One of those is Matador, which closed in the Oakhurst neighborhood of Decatur in May after 15 years. But owner James Maggard didn’t want to leave the area. He opened Ford’s BBQ in the same space in October.
“Rather than taking a business that was kind of plateauing it and shutting it and moving on, we’re doubling down,” he said. “Not only do we still believe in the community, we still believe that this is the place to be.”
Maggard stuck around in part because so many of Decatur’s restaurant owners live in Decatur.
“It’s not these big groups coming in and doing business and living elsewhere,” he said. “The majority of people that do business here live here and they’re your neighbors.”
“We love the community, we live in the community, I grew up in the community. I want my kids to take over this place eventually,” he added.
A continuing evolution
The Decatur restaurant scene has continued to evolve in recent years with the opening of Revival, Deer and the Dove, White Bull and several others.
Most establishments in the area also survived the worst of the COVID-19 pandemic and continue to serve the city. So, the future of food in Decatur is wide open even as the pandemic continues.
Eisenberg wants the scene to “continue to stay exciting.” She said there’s a lot more competition from surrounding cities than there used to be.
“I hope all the business owners, city government and landlords can continue to work together to keep people wanting to come to Decatur,” she said.
Louis Pichulik’s other daughter Elissa Pichulik wants to see Decatur Square reinvented again.
“I would love to see happenings that felt a bit fresher, like an open-air market with food like you see in Montreal or Europe,” she said. “Or the farmers market in that location.”
Pichulik also wants the alley behind the Sycamore Street strip of restaurants to be reimagined.
“I’d love to create another pocket of tables in that alley just like Brick Store did,” she said. “These alleys are gems.
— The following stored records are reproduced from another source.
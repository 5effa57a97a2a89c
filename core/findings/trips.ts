import type { BudgetLine, Headroom, TripFinding } from '../contract/findings.ts'
import { writeInstant } from '../contract/primitives.ts'
import type { Timeline, TimelineTrip } from '../timeline/timeline.ts'
import { type TripFact, tripFacts } from './trip-facts.ts'
import { sharesAt } from './trip-shares.ts'
import { isClimb, type Trigger, triggerOf } from './trip-trigger.ts'
import { duration, figure, nameOf, rounded, sentence } from './words.ts'

const MINUTE_MS = 60_000
const HOUR_MS = 3_600_000

/** Every trip of the device dissected, in order of time (methods.md §4): level, course, trigger, shares, and all in words. */
export function tripFindings(timeline: Timeline, lines: readonly BudgetLine[], headroom: Headroom): TripFinding[] {
  return tripFacts(timeline).map((fact) => {
    const trip = timeline.trips[fact.index]!
    const trigger = triggerOf(timeline, fact, lines)
    const isInstant = trip.from === trip.to
    return {
      id: trip.id,
      at: isInstant ? writeInstant(trip.from) : null,
      after: isInstant ? null : writeInstant(trip.from),
      before: isInstant ? null : writeInstant(trip.to),
      levelMa: fact.levelMa === null ? null : rounded(fact.levelMa),
      usualMa: fact.usualMa === null ? null : rounded(fact.usualMa),
      course: fact.course,
      trigger: trigger?.thing.of ?? null,
      // An interval of hours has no one state to share the level out by.
      shares: trip.to - trip.from > HOUR_MS / 6 ? [] : sharesAt(timeline, trip.from, lines),
      text: textOf(timeline, fact, trigger, headroom),
    }
  })
}

function textOf(timeline: Timeline, fact: TripFact, trigger: Trigger | null, headroom: Headroom): string {
  const parts = [
    originText(timeline.trips[fact.index]!),
    levelText(fact, headroom),
    courseText(timeline, fact),
    triggerText(timeline, trigger),
  ]
  return sentence(`${parts.filter((part) => part !== '').join('; ')}.`)
}

/** Where the trip and its time come from, when not from whoever wrote it down. */
function originText(trip: TimelineTrip): string {
  if (trip.id === null) return 'nobody wrote this trip down: the log falls to nothing and comes back'
  if (!trip.narrowed) return ''
  return trip.from === trip.to ? 'found later; the log shows when it came' : 'found later; the log narrows when it came'
}

function levelText(fact: TripFact, headroom: Headroom): string {
  if (fact.levelMa === null || fact.usualMa === null) return ''
  const { value, low } = headroom.tripMa
  const left = low - fact.levelMa
  const room = left > 0 ? `, ${figure(value - fact.levelMa)} below the trip current` : ''
  return `${figure(fact.levelMa)} mA before${room}, ${figure(fact.usualMa)} mA usual`
}

function courseText(timeline: Timeline, fact: TripFact): string {
  switch (fact.course) {
    case 'shared':
      return sharedText(timeline, fact.sharedWith)
    case 'unseen':
      return unseenText(timeline, fact)
    case 'step':
      if (isClimb(fact)) {
        return `climb of ${figure(fact.riseMa ?? 0)} mA over the last ${ago(timeline.trips[fact.index]!.from - (fact.roseFrom ?? 0))}`
      }
      return `step of ${figure(fact.riseMa ?? 0)} mA ${ago(timeline.trips[fact.index]!.from - (fact.roseAt ?? 0))} before`
    case 'creep':
      return `the level had crept up${fact.slopeMaPerMin !== null && fact.slopeMaPerMin >= 0.01 ? ` by ${figure(fact.slopeMaPerMin)} mA a minute` : ''}`
    case 'sudden':
      return 'no warning in the log'
    default:
      return fact.course satisfies never
  }
}

function sharedText(timeline: Timeline, sharedWith: readonly string[]): string {
  const devices = sharedWith
    .filter((name) => name !== 'supply')
    .map((ref) => timeline.sheet.rcds.find((rcd) => rcd.ref === ref)?.label ?? ref)
  const voltage = sharedWith.includes('supply') ? 'the voltage left its band just before' : ''
  const others =
    devices.length === 0
      ? ''
      : `${devices.length === 1 ? 'device' : 'devices'} ${devices.join(', ')} opened at the same time`
  return [others, voltage].filter((text) => text !== '').join(' and ')
}

function unseenText(timeline: Timeline, fact: TripFact): string {
  const trip = timeline.trips[fact.index]!
  if (timeline.leakage === null) return 'no leakage is logged on this device'
  if (trip.from !== trip.to) {
    return `somewhere in ${duration((trip.to - trip.from) / HOUR_MS)}, so nothing can be said of the moments before; it counts spread over that time`
  }
  return 'no reading near enough to the trip'
}

function triggerText(timeline: Timeline, trigger: Trigger | null): string {
  if (trigger === null) return ''
  const { thing, change, agoMs } = trigger
  return `${nameOf(timeline, thing.of)} had ${change.on ? 'come on' : 'gone off'} ${agoMs < 1_000 ? 'at that moment' : `${ago(agoMs)} earlier`}`
}

function ago(ms: number): string {
  const seconds = Math.max(0, ms) / 1_000
  if (seconds < 90) return `${Math.max(1, Math.round(seconds))} s`
  return ms < 90 * MINUTE_MS ? `${Math.round(ms / MINUTE_MS)} min` : duration(ms / HOUR_MS)
}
The hidden nature gives a sense of romance.”
She also wants to see Decatur Square become more pedestrian friendly.
Gallagher wants the city, business owners and property owners to focus on beautifying the city and bringing in more diverse food offerings.
“Continuing to offer more outdoor dining opportunities, evolving our festivals and events to keep up with cultural changes,” he said. “We need to be working together to be sure we’re a top destination to stroll for killer food and drink in a beautiful, safe and hip city.”
“It’s alive and well and everybody’s involved,” Maggard added. “Everyone that comes tends to push the envelope and do a better and better job.”
Correction: An earlier version of this article incorrectly stated that a specific restaurant had opened in Decatur. This article has been updated to remove that reference.